25 Commits (64eb5faf54c679058f44f2ff9cf7d81dca9f6af1)

Author SHA1 Message Date
David Majda 2263a30034 Update version to 0.8.0 11 years ago
David Majda 4fe0167a70 Convert CHANGELOG to Markdown
* Convert CHANGELOG to Markdown.
  * Improve formatting a bit.
  * Add links to GitHub issues
  * Fix typos.
11 years ago
David Majda a449f12efe Require Node.js >= 0.8.0 11 years ago
David Majda b3c6a997b0 Use JSHint 2.3.0 11 years ago
David Majda 1ea9a5f340 Use UglifyJS 2.4.7
The |uglifyjs| call had to be adapted because the options changed
significantly in version 2.
11 years ago
David Majda 2f2152204a Refine error handling further
Before this commit, the |expected| and |error| functions didn't halt the
parsing immediately, but triggered a regular match failure. After they
were called, the parser could backtrack, try another branches, and only
if no other branch succeeded, it triggered an exception with information
possibly based on parameters passed to the |expected| or |error|
function (this depended on positions where failures in other branches
have occurred).

While nice in theory, this solution didn't work well in practice. There
were at least two problems:

  1. Action expression could have easily triggered a match failure later
     in the input than the action itself. This resulted in the
     action-triggered failure to be shadowed by the expression-triggered
     one.

     Consider the following example:

       integer = digits:[0-9]+ {
         var result = parseInt(digits.join(""), 10);

         if (result % 2 === 0) {
           error("The number must be an odd integer.");
           return;
         }

         return result;
       }

     Given input "2", the |[0-9]+| expression would record a match
     failure at position 1 (an unsuccessful attempt to parse yet another
     digit after "2"). However, a failure triggered by the |error| call
     would occur at position 0.

     This problem could have been solved by silencing match failures in
     action expressions, but that would lead to severe performance
     problems (yes, I tried and measured). Other possible solutions are
     hacks which I didn't want to introduce into PEG.js.
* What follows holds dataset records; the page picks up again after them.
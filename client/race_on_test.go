//go:build race

package client_test

// longSolutionGrid is the Poisson3D grid of TestLongSolution. Under the race
// detector, which slows the solve about tenfold, 64³ = 262 144 entries still
// make two chunks of the server's default size and more than one upload
// message.
const longSolutionGrid = 64
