// onesSolution says whether x = 1 is the answer the request should find
// for p, and describes p's right-hand side. With b = A·1 a system's
// solution is all ones; for least squares x = 1 solves the consistent
// system, and is the solution sought only when it is the only one (full
// column rank, which needs rows ≥ cols) and there is no damping.
func (p *problem) onesSolution(req solve.Request) (bool, string) {
	if !p.ones || !req.LeastSquares {
		return p.ones, p.rhs
	}
	ones := p.a.Rows >= p.a.Cols && req.Damp == 0
	rhs := "b = A·1 (no -b given): a consistent system that x = 1 solves"
	if ones {
		return true, rhs + "; the unique solution when A has full column rank"
	}
	return false, rhs + "; not the solution sought here (damped, or fewer rows than columns: the minimum-norm one)"
}

// readX0 reads a starting guess and checks its length.
func readX0(path string, n int) ([]float64, error) {
	if path == "" {
		return nil, nil
	}
	x0, _, err := matrixio.ReadVectorFile(path, nil)
	if err != nil {
		return nil, inputError(err)
	}
	if len(x0) != n {
		return nil, inputError(fmt.Errorf("--x0 %s has %d entries but the matrix has %d columns", path, len(x0), n))
	}
	return x0, nil
}

// solveLocal runs a solve of p in this process, through the solve layer,
// with the live display and the outputs the flags ask for, and prints the
// summary; the returned error carries the exit status.
func solveLocal(ctx context.Context, e *env, p *problem, req solve.Request, o *solveOpts) error {
	m := solve.Check(p.a, p.name, p.symmetric)
	x0, err := readX0(o.x0, p.a.Cols)
	if err != nil {
		return err
	}
	ones, rhs := p.onesSolution(req)
	setup, err := solve.Prepare(m, req)
	if err != nil {
		sum := solve.Failure(m, req, err)
		sum.RHS, sum.ReadSeconds = rhs, solve.Seconds(p.read)
		return printOnly(e, o, &sum, err)
	}
	mo := monitor.Options{Target: target(req, p.b), Matrix: filepath.Base(p.name), Preconditioner: setup.Summary().Preconditioner}
	rec, finish, err := recorders(e, o, req.LeastSquares, mo)
	if err != nil {
		return err
	}
	x := make([]float64, p.a.Cols)
	sum, solveErr := setup.Solve(ctx, p.b, x0, x, rec)
	sum.RHS, sum.ReadSeconds = rhs, solve.Seconds(p.read)
	if ones {
		sum.ErrorVsOnes = solve.NumPtr(maxErrorVsOnes(x))
	}
	return recorderFailure(ctx, sum.Status, finishRun(e, o, &sum, x, finish, solveErr))
}

// target is the relative residual a system's solve aims at, for the live
// display: max(rtol, atol/‖b‖); zero for least squares, which has none.
func target(req solve.Request, b []float64) float64 {
	if req.LeastSquares {
		return 0
	}
	t := req.RelTol
	if t == 0 {
		t = krylov.DefaultRelTol
	}
	if bn := norm2(b); bn > 0 && req.AbsTol/bn > t {
		t = req.AbsTol / bn
	}
	return t
}

// printOnly prints the summary of a solve that ended before its method ran
// and returns the error with its exit status.
func printOnly(e *env, o *solveOpts, sum *solve.Summary, err error) error {
	if o.json {
		if werr := writeJSON(e.stdout, sum); werr != nil {
			return werr
		}
	} else {
		writeSummary(e.stdout, sum)
	}
	return outcomeError(sum, err)
}

// recorders builds the recorder chain of a solve: the live display (unless
// --quiet), the history file and the in-memory log the plot needs. finish
// closes the history file and draws the plot; it must be called after the
// solve, whatever its outcome.
func recorders(e *env, o *solveOpts, leastSquares bool, mo monitor.Options) (krylov.Recorder, func(*solve.Summary) error, error) {
	var t tee
	var hw *history.Writer
	if o.hist != "" {
		var err error
		hw, err = history.Create(o.hist, history.Options{LeastSquares: leastSquares})
		if err != nil {
			return nil, nil, err
		}
		t = append(t, hw)
	}
	var log *history.Log
	if o.plot != "" {
		log = &history.Log{}
		t = append(t, log)
	}
	var mon *monitor.Monitor
	if !o.quiet {
		mon = newMonitor(e, mo)
		t = append(t, mon)
	}
	finish := func(sum *solve.Summary) error {
		if mon != nil {
			mon.Close() // a no-op when the solver already called Finish
		}
		var errs []error
		if hw != nil {
			if err := hw.Close(); err != nil {
				errs = append(errs, fmt.Errorf("writing the history %s: %w", o.hist, err))
			} else {
				sum.HistoryFile = o.hist
			}
		}
		if log != nil {
			if err := drawPlot(o.plot, mo, log.Snapshot()); err != nil {
				errs = append(errs, err)
			} else {
				sum.PlotFile = o.plot
			}
		}
		return errors.Join(errs...)
	}
	return t, finish, nil
}

// newMonitor makes the live display. On a terminal the summary printed
// after the solve replaces the panel, so the panel leaves nothing behind.
func newMonitor(e *env, mo monitor.Options) *monitor.Monitor {
	if f, ok := e.stderr.(*os.File); ok && term.IsTerminal(int(f.Fd())) {
		mo.Summary = func(io.Writer, *krylov.Result) {}
	}
	return monitor.New(e.stderr, mo)
}

// drawPlot draws a history's residual curve with the run's tolerance,
// matrix and preconditioner.
func drawPlot(path string, mo monitor.Options, h history.History) error {
	opt := chart.Options{Matrix: mo.Matrix, Preconditioner: mo.Preconditioner, Tolerance: mo.Target}
	if err := chart.Write(path, opt, chart.Series{Rows: h.Rows}); err != nil {
		return fmt.Errorf("drawing %s: %w", path, err)
	}
	return nil
}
  2. Triggering a match failure in action code could have lead to
     unexpected backtracking.

     Consider the following example:

       class = "[" (charRange / char)* "]"

       charRange = begin:char "-" end:char {
         if (begin.data.charCodeAt(0) > end.data.charCodeAt(0)) {
           error("Invalid character range: " + begin + "-" + end + ".");
         }

         // ...
       }

       char = [a-zA-Z0-9_\-]

     Given input "[b-a]", the |charRange| rule would fail, but the
     parser would try the |char| rule and succeed repeatedly, resulting
     in "b-a" being parsed as a sequence of three |char|'s, which it is
     not.

     This problem could have been solved by using negative predicates,
     but that would complicate the grammar and still wouldn't get rid of
     unintuitive behavior.

Given these problems I decided to change the semantics of the |expected|
and |error| functions. They don't interact with regular match failure
mechanism anymore, but they cause and immediate parse failure by
throwing an exception. I think this is more intuitive behavior with less
harmful side effects.

The disadvantage of the new approach is that one can't backtrack from an
action-triggered error. I don't see this as a big deal as I think this
will be rarely needed and one can always use a semantic predicate as a
workaround.

Speed impact
------------
Before:     993.84 kB/s
After:      998.05 kB/s
Difference: 0.42%

Size impact
-----------
Before:     1019968 b
After:      975434 b
Difference: -4.37%

(Measured by /tools/impact with Node.js v0.6.18 on x86_64 GNU/Linux.)
11 years ago
David Majda af701dcf80 Error handling: Implement the |expected| function
The |expected| function allows users to report regular match failures
inside actions.

If the |expected| function is called, and the reported match failure
turns out to be the cause of a parse error, the error message reported
by the parser will be in the usual "Expected ... but found ..." format
with the description specified in the |expected| call used as part of
the message.

Implements part of #198.

Speed impact
------------
Before:     1146.82 kB/s
After:      1031.25 kB/s
Difference: -10.08%

Size impact
-----------
Before:     950817 b
After:      973269 b
Difference: 2.36%

(Measured by /tools/impact with Node.js v0.6.18 on x86_64 GNU/Linux.)
11 years ago
Andrei Neculau 7dc9a9ae76 Upgrade jasmine and jasmine-node 11 years ago
David Majda 3b3798fa39 Merge lib/compiler/passes.js into lib/compiler.js
It didn't make sense to have the passes in a separate file.
12 years ago
David Majda fe1ca481ab Code generator rewrite
This is a complete rewrite of the PEG.js code generator. Its goals are:

  1. Allow optimizing the generated parser code for code size as well as
     for parsing speed.

  2. Prepare ground for future optimizations and big features (like
     incremental parsing).

  2. Replace the old template-based code-generation system with
     something more lightweight and flexible.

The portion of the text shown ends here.